- _WHAT THE TASK REQUIRES_
Where a line of the entries holds the string "rewritten", copy that line.

- _MATERIAL FOR THE TASK_
"""The machinery every rewrite of a network shares: what a rewrite did (:class:`RewriteSummary`),
a ``with model:`` context that restores every order exactly (:func:`exact_context`), the note a
rewritten reaction carries (:func:`note_rewrite`), and the batch that applies a rewrite's changes
at once (:class:`RewriteBatch`: new terms and removals set on the cobra objects, then the
solver's problem built once from the rewritten network; the problem from before is put back on
exit).
"""

from __future__ import annotations

import contextlib
from collections import defaultdict
from dataclasses import dataclass, field
from functools import partial
from typing import Iterator

import cobra
import pandas as pd
from cobra.util.context import get_context
from cobra.util.solver import linear_reaction_coefficients
from optlang.symbolics import Zero

#: Coefficients smaller than this are taken as zero.
TOLERANCE = 1e-9

@dataclass
class RewriteSummary:
    """What a rewrite did.

    Attributes
    ----------
    mode : str
        The mode (an id of :data:`tfa.modes.MODES`) or the rewrite that made this summary.
    rewritten : dict
        Reaction id -> what was done to it (the text also stored in its ``notes['rewritten']``).
    removed : list
        Ids of reactions removed from the model (inside the context).
    blocked : list
        Ids of reactions whose bounds were set to (0, 0).
    removed_metabolites : list
        Ids of compounds removed from the model.
    """

    mode: str
    rewritten: dict[str, str] = field(default_factory=dict)
    removed: list[str] = field(default_factory=list)
    blocked: list[str] = field(default_factory=list)
    removed_metabolites: list[str] = field(default_factory=list)

    def to_frame(self) -> pd.DataFrame:
        """One row per touched reaction: ``reaction``, ``action`` (rewritten/removed/blocked), ``detail``."""
        rows = []
        for rid, text in self.rewritten.items():
            action = "removed" if rid in self.removed else "blocked" if rid in self.blocked else "rewritten"
            rows.append({"reaction": rid, "action": action, "detail": text})
        return pd.DataFrame(rows, columns=["reaction", "action", "detail"])


# --------------------------------------------------------------------------------------------
# exact undo


def _restore_order(model: cobra.Model, reaction_ids: list[str], metabolite_ids: list[str],
                   term_order: dict[str, list[str]]) -> None:
    """Put reactions, metabolites and each reaction's terms back in their saved order."""
    rpos = {rid: i for i, rid in enumerate(reaction_ids)}
    model.reactions.sort(key=lambda r: rpos.get(r.id, len(rpos)))
    mpos = {mid: i for i, mid in enumerate(metabolite_ids)}
    model.metabolites.sort(key=lambda m: mpos.get(m.id, len(mpos)))
    for rid, order in term_order.items():
        if rid not in model.reactions:
            continue
        reaction = model.reactions.get_by_id(rid)
        current = reaction._metabolites  # noqa: SLF001 - reorder only, same keys and values
        if [m.id for m in current] != order and {m.id for m in current} == set(order):
            by_id = {m.id: m for m in current}
            reaction._metabolites = {by_id[mid]: current[by_id[mid]] for mid in order}  # noqa: SLF001


@contextlib.contextmanager
def exact_context(model: cobra.Model) -> Iterator:
    """``with model:`` plus restoring of every order, registered first so it runs last."""
    with model:
        context = get_context(model)
        context(partial(_restore_order, model, [r.id for r in model.reactions],
                        [m.id for m in model.metabolites],
                        {r.id: [m.id for m in r._metabolites] for r in model.reactions}))  # noqa: SLF001
        yield context


def note_rewrite(context, reaction: cobra.Reaction, text: str, summary: RewriteSummary) -> None:
    """Record ``text`` in ``notes['rewritten']`` (undone with the context) and in the summary."""
    old = reaction.notes
    new = dict(old)
    new["rewritten"] = f"{old['rewritten']}; {text}" if old.get("rewritten") else text
    context(partial(setattr, reaction, "notes", old))
    reaction.notes = new
    summary.rewritten[reaction.id] = text


def _replace_contents(items, members: list) -> None:
    """Set the members of a cobra DictList in one pass (its index rebuilt once)."""
    list.clear(items)
    list.extend(items, members)
    items._generate_index()


def _write_terms(terms: dict) -> None:
    """Give each reaction its terms (reaction -> {metabolite: coefficient}) on the cobra objects,
    keeping every metabolite's set of reactions in step (no solver change)."""
    for reaction, new in terms.items():
        for met in reaction._metabolites:  # noqa: SLF001
            if met not in new:
                met._reaction.discard(reaction)  # noqa: SLF001
        for met in new:
            met._reaction.add(reaction)  # noqa: SLF001
        reaction._metabolites = dict(new)  # noqa: SLF001


class RewriteBatch:
    """The changes of one rewrite, applied at once by :meth:`apply` (see the module text).

    ``terms``: reaction -> its new terms; ``removed``: reactions to take out; ``gone``: compounds
    to take out (after their reactions and terms are gone). Bounds are set through cobra as
    usual before :meth:`apply` (one variable each, no row rewritten).
    """

    def __init__(self, model: cobra.Model, context) -> None:
        self.model = model
        self.context = context
        self.terms: dict[cobra.Reaction, dict[cobra.Metabolite, float]] = {}
        self.removed: list[cobra.Reaction] = []
        self.gone: list[cobra.Metabolite] = []

    def set_terms(self, reaction: cobra.Reaction, new: dict[cobra.Metabolite, float]) -> None:
        self.terms[reaction] = {m: c for m, c in new.items() if abs(c) > TOLERANCE}

    def apply(self) -> None:
        model, context = self.model, self.context
        if not (self.terms or self.removed or self.gone):
            return
        old_solver = model.solver
        plain = (len(old_solver.variables) == 2 * len(model.reactions)
                 and len(old_solver.constraints) == len(model.metabolites))
        objective = {r.id: c for r, c in linear_reaction_coefficients(model).items()}
        direction = old_solver.objective.direction
        # the cobra objects
        before = {r: dict(r._metabolites) for r in self.terms}  # noqa: SLF001
        _write_terms(self.terms)
        context(partial(_write_terms, before))
        removed = set(self.removed)
        if removed:
            reactions = list(model.reactions)
            for r in self.removed:
                r._model = None  # noqa: SLF001
                for met in r._metabolites:  # noqa: SLF001
                    met._reaction.discard(r)  # noqa: SLF001
            _replace_contents(model.reactions, [r for r in reactions if r not in removed])
            context(partial(self._put_back_reactions, reactions, list(self.removed)))
        gone = set(self.gone)
        if gone:
            metabolites = list(model.metabolites)
            for met in self.gone:
                met._model = None  # noqa: SLF001
            _replace_contents(model.metabolites, [m for m in metabolites if m not in gone])
            context(partial(self._put_back_metabolites, metabolites, list(self.gone)))
        if not plain:
            # the solver carries more than the network (another problem's rows and columns):
            # change it in place, one call per row, and take out the removed columns and rows
            self._change_in_place(old_solver, before, removed, gone)
            return
        model._solver = _solver_of(model, old_solver, objective, direction)  # noqa: SLF001
        context(partial(setattr, model, "_solver", old_solver))

    def _put_back_reactions(self, reactions: list, removed: list) -> None:
        for r in removed:
            r._model = self.model  # noqa: SLF001
            for met in r._metabolites:  # noqa: SLF001
                met._reaction.add(r)  # noqa: SLF001
        _replace_contents(self.model.reactions, reactions)

    def _put_back_metabolites(self, metabolites: list, gone: list) -> None:
        for met in gone:
            met._model = self.model  # noqa: SLF001
        _replace_contents(self.model.metabolites, metabolites)

    def _change_in_place(self, solver, before: dict, removed: set, gone: set) -> None:
        rows = _row_changes(self.terms, before)
        undo = _row_changes(before, self.terms)
        _set_row_coefficients(solver, rows)
        self.context(partial(_set_row_coefficients, solver, undo))
        columns = [solver.variables[name] for r in removed for name in (r.id, r.reverse_id)]
        constraints = [solver.constraints[m.id] for m in gone if m.id in solver.constraints]
        if columns or constraints:
            bounds = [(v.name, v.lb, v.ub) for v in columns]
            terms = {r: dict(r._metabolites) for r in removed}  # noqa: SLF001
            solver.remove(constraints + columns)
            self.context(partial(_restore_rows_and_columns, solver, constraints, columns, bounds,
                                 terms))


def _row_changes(target: dict, current: dict) -> dict:
    """Per compound row: {column name: coefficient} turning ``current`` terms into ``target``."""
    rows: dict[str, dict[str, float]] = defaultdict(dict)
    for reaction, new in target.items():
        old = current.get(reaction, {})
        for met in set(old) | set(new):
            c = new.get(met, 0.0)
            if met in new and met in old and old[met] == c:
                continue
            rows[met.id][reaction.id] = c
            rows[met.id][reaction.reverse_id] = -c
    return rows


def _set_row_coefficients(solver, rows: dict) -> None:
    """One call per row."""
    solver.update()
    for row, coefficients in rows.items():
        if row in solver.constraints:
            solver.constraints[row].set_linear_coefficients(
                {solver.variables[name]: c for name, c in coefficients.items()
                 if name in solver.variables})


def _restore_rows_and_columns(solver, constraints: list, columns: list, bounds: list,
                              terms: dict) -> None:
    solver.add(columns)
    solver.add(constraints, sloppy=True)
    for name, lb, ub in bounds:
        solver.variables[name].set_bounds(lb, ub)
    _set_row_coefficients(solver, _row_changes(terms, {}))


def _solver_of(model: cobra.Model, template, objective: dict[str, float], direction: str):
    """A new solver problem of the network as it now is, with ``template``'s interface and
    configuration: a column pair per reaction (cobra's forward and reverse variables, same
    names), a row per compound (steady state), each row set in one call; the objective from
    ``objective`` (reaction id -> coefficient)."""
    interface = template.interface
    solver = interface.Model()
    solver.configuration = interface.Configuration.clone(template.configuration, problem=solver)
    columns = {}
    for r in model.reactions:
        lb, ub = r.lower_bound, r.upper_bound
        columns[r.id] = interface.Variable(r.id, lb=max(lb, 0.0), ub=max(ub, 0.0))
        columns[r.reverse_id] = interface.Variable(r.reverse_id, lb=max(-ub, 0.0), ub=max(-lb, 0.0))
    solver.add(list(columns.values()))
    rows = [interface.Constraint(Zero, name=m.id, lb=0, ub=0) for m in model.metabolites]
    solver.add(rows, sloppy=True)
    solver.update()
    terms: dict[str, dict] = defaultdict(dict)
    for r in model.reactions:
        forward, reverse = columns[r.id], columns[r.reverse_id]
        for met, c in r._metabolites.items():  # noqa: SLF001
            terms[met.id][forward] = c
            terms[met.id][reverse] = -c
    for row in rows:
        if terms.get(row.name):
            row.set_linear_coefficients(terms[row.name])
    solver.objective = interface.Objective(Zero, direction=direction, sloppy=True)
    coefficients = {}
    for r in model.reactions:
        if objective.get(r.id):
            coefficients[columns[r.id]] = objective[r.id]
            coefficients[columns[r.reverse_id]] = -objective[r.id]
    if coefficients:
        solver.objective.set_linear_coefficients(coefficients)
    solver.update()
    return solver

- _WRITTEN ANSWER_
rewritten reaction carries (:func:`note_rewrite`), and the batch that applies a rewrite's changes
solver's problem built once from the rewritten network; the problem from before is put back on
    rewritten : dict
        Reaction id -> what was done to it (the text also stored in its ``notes['rewritten']``).
    rewritten: dict[str, str] = field(default_factory=dict)
        """One row per touched reaction: ``reaction``, ``action`` (rewritten/removed/blocked), ``detail``."""
        for rid, text in self.rewritten.items():
            action = "removed" if rid in self.removed else "blocked" if rid in self.blocked else "rewritten"
    """Record ``text`` in ``notes['rewritten']`` (undone with the context) and in the summary."""
    new["rewritten"] = f"{old['rewritten']}; {text}" if old.get("rewritten") else text
    summary.rewritten[reaction.id] = text
    usual before :meth:`apply` (one variable each, no row rewritten).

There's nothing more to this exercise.